Warning: Broadway shows marked with an asterisk were sold out, or nearly so, last week.
BROADWAY:
• Bloody Bloody Andrew Jackson (musical, PG-13/R, reviewed here)
• La Cage aux Folles (musical, PG-13, adult subject matter, reviewed here)
• Driving Miss Daisy * (drama, G, possible for smart children, closes Jan. 29, reviewed here)
• Fela! (musical, PG-13, adult subject matter, closes Jan. 2, reviewed here)
• A Life in the Theatre (serious comedy, PG-13, closes Jan. 2, reviewed here)
• Lombardi * (drama, G/PG-13, a modest amount of adult subject matter, reviewed here)
• Million Dollar Quartet (jukebox musical, G, reviewed here)
• The Pitmen Painters (serious comedy, G, too demanding for children, closes Dec. 12, reviewed here)
OFF BROADWAY:
• Alfred Hitchcock’s The 39 Steps (comedy, G, suitable for bright children, original Broadway production reviewed here)
• Angels in America (drama, PG-13/R, adult subject matter, closes Feb. 20, reviewed here)
• Avenue Q (musical, R, adult subject matter and one show-stopping scene of puppet-on-puppet sex, reviewed here)
• The Fantasticks (musical, G, suitable for children capable of enjoying a love story, reviewed here)
CLOSING SOON IN CHICAGO:
• Night and Day (serious comedy, PG-13, extended through Nov. 14, reviewed here)
TT: Full Cleveland
I’m still on the road, but travel conditions have improved significantly.

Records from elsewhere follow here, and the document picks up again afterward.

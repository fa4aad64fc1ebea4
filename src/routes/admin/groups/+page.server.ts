import { fail } from '@sveltejs/kit';
import { z } from 'zod';
import { toGroupDto } from '$lib/server/accounts/dto';
import { createGroup, GroupError, listGroups } from '$lib/server/accounts/group-service';
import { GroupSlugSchema } from '$lib/server/accounts/schemas';
import { requireRole } from '$lib/server/auth/guards';
import { auditContext } from '$lib/server/auth/request-context';
import { formErrors, textFields } from '$lib/server/forms';
import type { Actions, PageServerLoad } from './$types';

export const load: PageServerLoad = async ({ locals }) => {
	requireRole('admin');
	return { groups: (await listGroups(locals.em)).map(toGroupDto) };
};

const GroupSchema = z.object({
	slug: GroupSlugSchema,
	name: z.string().trim().min(1, 'Name the group.').max(200),
	description: z
		.string()
		.trim()
		.max(2000)
		.transform((value) => (value === '' ? null : value))
});

export const actions: Actions = {
	create: async (event) => {
		requireRole('admin');
		const fields = textFields(await event.request.formData());
		const parsed = GroupSchema.safeParse({ description: '', ...fields });
		if (!parsed.success) return fail(400, { values: fields, errors: formErrors(parsed.error) });
		try {
			await createGroup(event.locals.em, parsed.data, auditContext(event));
		} catch (cause) {
			if (cause instanceof GroupError) return fail(400, { values: fields, errors: { slug: [cause.message] } });
			throw cause;
		}
		return { created: parsed.data.slug };
	}
};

Not only is Mrs. T with me again, but we’re in Cleveland, a town to which we’re both partial, where we’ll be seeing two shows performed at the Great Lakes Theater Festival and paying a visit to the new and improved Cleveland Museum of Art. Nor are we in our usual tearing hurry to head for elsewhere: we flew into town on Sunday and don’t have to leave until Thursday, which happens to be our third wedding anniversary.
Best of all, we’ve returned to the Penfield House, one of the half-dozen houses designed by Frank Lloyd Wright that are available for short-term rental. I wrote about the house at length when Mrs. T and I last stayed here a couple of years ago, so I won’t repeat myself–suffice it to say that I can’t imagine a more satisfying place to live.
I’m also pleased to report that you can’t connect to the Web at the Penfield House. You have to drive to the parking lot of a Wendy’s that is located a mile from the gate. Normally I’d find this oppressive, but under the circumstances I regard it as downright liberating. We’ve brought along plenty of books and compact discs, and we mean to turn loose the burdens of dailiness and enjoy being where we are while we’re here.
To this end, I guarantee that you will hear nothing whatsoever from me between now and next Monday save for the usual routine almanac entries and theater-related postings (I do have to write my Friday drama column, after all!). My colleagues will do the heavy lifting until I return.
TT: Almanac
“A foreign correspondent is someone who lives in foreign parts and corresponds, usually in the form of essays containing no new facts. Otherwise he’s someone who flies around from hotel to hotel and thinks that the most interesting thing about any story is the fact that he has arrived to cover it.”